Saturday, February 20, 2010

Khajuraho or 'Mary Has a Bad Day'

You know it's going to be a bad day when a tuk-tuk driver tries to push you for a fare before you've even left the room you woke up in. But apparently that's how it is in Sleeper Class (actually the 4th class of sleeper cars), and more people are pointing in the window at you in a way that makes you think they want to sell you something. I think I'm starting to understand what it means to be treated differently because of your race, and I think traveling in India would be a lot more fun with darker skin. I know this makes me a bad person, but I want to ride in a higher class not for the amenities, but for the people who are priced out. In the USA, I can pass for a regular person, between my skin color, older car, modest home and jewelry, etc. But here, it seems that all most people can see is dollar signs. I'd like to promise myself that I will not spend any money at any business that sends a tout out after me, but I fear that doing so would result in going to bed hungry on the street.

Anyhow, back to the day... we started with a tuk-tuk ride to Khajuraho from the train station, and toured a whole bunch of hotel rooms. We eventually ended up at the hotel we'd originally wanted from the guidebook, but managed to get a better price than originally quoted us, since I'm sure they could see our confidence in our ability to go elsewhere. In fact, we actually got the very bottom of the price range listed in Lonely Planet for the first time all trip. Tonight's hotel room is only 150 rupees or about $3, and it's decent sized with 24 hour hot water on a quiet street.

After checking in and using the bathroom for the first time since Tibet House, we hit the town... which has some of the most annoying touts we've seen (okay, they were the same as everywhere, but they are the worst everywhere). Josh wanted to get street food for lunch, so we went out looking for a popular seller. Didn't find one, because we were too early. We got some food from a seller with 3 other customers right then. It was good, but not that cheap. Hopefully it won’t make us sick. Then we dropped into a South Indian restaurant for some dosa and chatted with a college student from Australia who is here on summer break.

After lunch we dropped into a shop where we found some nice looking (and very Indian-looking) brass handles, which is something Mary's sister kind of asked us to bring back for her. But he wanted around $15 for one, which seems too high. And Mary doesn't like to haggle any way other than turning around and walking out, which didn't work in this case.

Then we walked over to bus station where we wanted to exchange our ticket from here to Delhi for one from here to Varanasi, which theoretically is allowed. The guy gave us a hard time though, because the ticket wasn't in great shape. Then he demanded that we come up with change for him for the refund. Then when we went to buy the new ticket he apparently didn't anymore have the small bills I'd just given him, and demanded exact change from us, which we no longer had. And he was pretty rude about it. Actually, he was pretty rude to us from the get go.

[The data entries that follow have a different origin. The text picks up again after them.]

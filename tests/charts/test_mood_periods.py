"""The mood chart and calendar of a person measured in two periods, the composite's items named,
and captions that phrase the course finding instead of comparing numbers with cut-offs.

The two-period person is the first of the vendored open data of Bringmann et al. 2013 ("A
network approach to psychopathology", PLoS ONE 8:e60188, S4): six days a period, ten prompts a
day, the two periods ten weeks apart (tests/intake/test_intake_bringmann.py).
"""

from __future__ import annotations

import re
import xml.etree.ElementTree as ET
from dataclasses import replace
from pathlib import Path

import pandas as pd
import pytest

from springback import findings, intake, metrics
from springback.charts import make_charts
from springback.charts.common import Inputs
from springback.charts.mood import mood_chart
from springback.charts.palette import CHART
from springback.charts.svg import PLOT_WIDTH
from springback.findings.records import Finding, Findings
from springback.i18n.language import translations
from springback.safety import rules as safety
from tests.charts.test_charts import make_data, make_results, make_settings
from tests.intake.test_intake_bringmann import DAYS_PER_PERIOD, PERIOD_STARTS, _project

SVG = "{http://www.w3.org/2000/svg}"


@pytest.fixture(scope="module")
def two_periods(tmp_path_factory: pytest.TempPathFactory):  # type: ignore[no-untyped-def]
    study = intake.load_study(_project(Path(tmp_path_factory.mktemp("periods")) / "study"))
    settings = study.settings
    data = study.slice(study.participants()[0])
    results = metrics.compute(data, settings)
    found = findings.decide(results, safety.evaluate(data, results, settings), settings)
    return data, results, settings, found


def _charts(two_periods, language: str = "en"):  # type: ignore[no-untyped-def]
    data, results, settings, found = two_periods
    return make_charts(data, results, settings, language, translations(language).gettext, found)


def _gap_days() -> int:
    """Days without prompts between the periods, from the design (day 1 of each, six days)."""
    first_end = pd.Timestamp(PERIOD_STARTS[0]) + pd.Timedelta(days=DAYS_PER_PERIOD - 1)
    return (pd.Timestamp(PERIOD_STARTS[1]) - first_end).days - 1


def _texts(svg: str) -> list[str]:
    return [t.text or "" for t in ET.fromstring(svg).iter(f"{SVG}text")]


def test_the_calendar_names_the_gap_instead_of_showing_missed_days(two_periods):
    calendar = _charts(two_periods)["calendar"]
    label = f"{round(_gap_days() / 7)} weeks without prompts"
    assert _gap_days() == 64 and label == "9 weeks without prompts"
    assert label in _texts(calendar.svg)  # written in the picture, not only in its text
    table = calendar.table
    weeks = table[table.columns[0]].tolist()
    assert weeks == ["1 March", label, "10 May"]
    assert (table.iloc[1, 1:] == "").all()
    # Only the twelve days of the two periods count; none of the gap is a day answered 0/10.
    assert f"over {2 * DAYS_PER_PERIOD} days" in calendar.description
    assert "answered none" not in calendar.description
    assert "From 7 March to 9 May there were no prompts (9 weeks without prompts)." \
        in calendar.description


def test_the_gap_is_named_in_the_booklet_language(two_periods):
    nl = _charts(two_periods, "nl")["calendar"]
    de = _charts(two_periods, "de")["calendar"]
    assert "9 weken zonder meldingen" in _texts(nl.svg)
    assert "9 Wochen ohne Abfragen" in _texts(de.svg)


def _placed(svg: str, stroke: str, width: str) -> list[list[float]]:
    """The x of every point of each path drawn with that stroke, in the picture's own
    coordinates (the translations of the groups around it added)."""
    out: list[list[float]] = []

    def walk(node: ET.Element, dx: float) -> None:
        shift = re.match(r"translate\(([-\d.]+)", node.get("transform", ""))
        dx += float(shift.group(1)) if shift else 0.0
        if node.tag == f"{SVG}path" and node.get("stroke") == stroke and \
                node.get("stroke-width") == width:
            out.append([dx + float(v) for v in re.findall(r"[ML]([-\d.]+),", node.get("d", ""))])
        for child in node:
            walk(child, dx)

    walk(ET.fromstring(svg), 0.0)
    return out


def test_the_mood_line_breaks_between_the_periods(two_periods):
    mood = _charts(two_periods)["mood"]
    lines = _placed(mood.svg, CHART.primary, "3")
    assert len(lines) == 2  # one line per period, none across the gap
    first, second = sorted(lines)
    assert len(first) == len(second) == DAYS_PER_PERIOD  # a point per day of each period
    assert max(first) < min(second)


def test_the_periods_are_drawn_side_by_side_with_the_gap_named(two_periods):
    mood = _charts(two_periods)["mood"]
    texts = _texts(mood.svg)
    # Each period has an axis of its own days: none of the 64 days between is labelled.
    assert {"1 Mar", "3 Mar", "5 Mar", "10 May", "12 May", "14 May"} <= set(texts)
    assert not {"15 Mar", "29 Mar", "12 Apr", "26 Apr"} & set(texts)
    assert "9 weeks without prompts" in texts  # the gap, named between the two panels
    assert "From 7 March to 9 May there were no prompts (9 weeks without prompts)." \
        in mood.description
    # The daily lines take most of the width: each spans five of its panel's six days, and
    # the two panels share the plot width but the strip naming the gap. On one axis from
    # 1 March to 16 May they took 2 x 5 of 76 days: 71 px of the 540.
    first, second = sorted(_placed(mood.svg, CHART.primary, "3"))
    drawn = (max(first) - min(first)) + (max(second) - min(second))
    assert drawn > 0.75 * PLOT_WIDTH
    assert abs((max(first) - min(first)) - (max(second) - min(second))) < 1  # equal periods
    # The data table still lists each day answered, in both periods, and nothing between.
    assert len(mood.table) == 2 * DAYS_PER_PERIOD
    nl = _charts(two_periods, "nl")["mood"]
    assert "9 weken zonder meldingen" in _texts(nl.svg)


def test_the_items_of_the_composite_are_named():
    data, series = make_data()
    settings = make_settings()
    mood = make_charts(data, make_results(series), settings, "en", lambda m: m)["mood"]
    assert mood.description.startswith(
        "Low mood is the average of your answers to feeling down and tense.")
    nl = make_charts(data, make_results(series), settings, "nl",
                     translations("nl").gettext)["mood"]
    assert nl.description.startswith("Somberheid is het gemiddelde van je antwoorden op ")


def test_reverse_scored_items_are_named_as_counted_the_other_way():
    data, series = make_data()
    settings = make_settings()
    turned = settings.items["tense"].model_copy(update={"reverse": True})
    settings = settings.model_copy(update={"items": {**settings.items, "tense": turned}})
    mood = make_charts(data, make_results(series), settings, "en", lambda m: m)["mood"]
    assert mood.description.startswith("Low mood is the average of your answers to feeling "
                                       "down and to tense, counted the other way round.")


def _with_course(reading: str, **numbers: object) -> Findings:
    return Findings("p01", (Finding("p01", "course", reading, "clear", dict(numbers)),))


@pytest.mark.parametrize(("reading", "direction", "sentence"), [
    ("gradual_change", "worse", "Over the study, your mood slowly got worse."),
    ("gradual_change", "better", "Over the study, your mood slowly got better."),
    ("passing_episode", "worse",
     "For a while your mood was worse than usual, and then it came back."),
    ("switching", "", "Your mood moved back and forth between two levels."),
    ("no_clear_change", "", "We found no clear lasting change in your mood during the study."),
])
def test_the_caption_phrases_the_course_finding(reading, direction, sentence):
    data, series = make_data()
    results = make_results(series)
    settings = make_settings()
    ctx = Inputs(data, results, settings, "en", lambda m: m,
                 _with_course(reading, direction=direction))
    chart = mood_chart(ctx)
    assert chart is not None and sentence in chart.description
    # The same data with another reading: the words follow the finding, not the numbers.
    other = mood_chart(replace(ctx, findings=_with_course("no_clear_change")))
    assert other is not None and (sentence in other.description) == (reading == "no_clear_change")


def test_the_indicator_lines_break_between_the_periods(two_periods):
    warnings = _charts(two_periods)["warnings"]
    texts = _texts(warnings.svg)
    # Rolling windows are taken within each period, so each indicator has a line per period.
    for colour in (CHART.primary, CHART.secondary):
        lines = _placed(warnings.svg, colour, "2.5")
        assert len(lines) == 2
        first, second = sorted(lines)
        assert max(first) < min(second)
    assert {"1 Mar", "10 May"} <= set(texts)
    assert not {"15 Mar", "29 Mar", "12 Apr", "26 Apr"} & set(texts)
    lines_of = [[s.text for s in t.iter(f"{SVG}tspan")]
                for t in ET.fromstring(warnings.svg).iter(f"{SVG}text")]
    assert ["9 weeks", "without prompts"] in lines_of  # the gap, in two lines on a low panel
    assert warnings.description.endswith(
        "From 7 March to 9 May there were no prompts (9 weeks without prompts).")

After that fiasco, we finally went to the Jain temple complex, our sightseeing for the day. By now it is miserable hot with not a cloud in the sky. The temples were nice, though not that exciting. They are not the main attraction in this town, and the touts getting there had been really annoying.

After, Mary wanted to stop and get a soda. The first place we stopped, we asked if they had the kind she wanted and they said yes and sent one of the people working there running across the street toward the other stand that had a sign up saying cold drinks. We asked, "How much?" They responded, "Have a seat." We clarified that we wanted to know the price and again they responded, "Have a seat." I would really like to know if this is a cultural thing, or a trying to rip you off thing, the way the rickshaw drivers respond "don't worry about it" when you ask the price of the ride. I think much of the problem here is that we are honestly not as rich as they think we are. Yes, some Americans will spend $3 on a soda and not think anything of it or wish they'd checked the price first, but if we were people to "not worry about it", we never would have been able to afford to come to India. And if we don't worry about it on the trip we will have to go home early. Anyway, we moved on from that establishment and after a while came across another stand where we purchased a soda and he opened it for us and then said we had to pay him another 5 rupees if we wanted to walk away with it rather than drink it there and return the bottle. In his one chair. In the full direct sun. We were really pissed, and he didn't want to give us a refund (obviously), so we just walked away. I feel a little bad, since maybe he honestly thought it went without saying that we would stand there and drink it. But mostly it just made me angry because it seems like people here are always playing these little mind games with you after services are rendered. Did he really not understand? Or is he just taking me for a ride trying to extract some more money? I certainly don't want to cheat anyone, especially not anyone so much poorer than myself, not even by accident. But at the same time I very strongly don't want to give a red cent to a person who tries to take advantage, and very much regret giving them my business. And then I don't know if I am being horribly rude when I blow off the person who responds with "have a seat" or "don't worry" (maybe it's a cultural thing and many people don't understand that some bad apples have made it impossible for white people to respond politely?), or if they really were working a con and I'm just telling them I'm not that dumb.

So yeah, it was a bad day. Now it's time to go out for dinner and turn in early for bed. Maybe it will be better with a good night's sleep.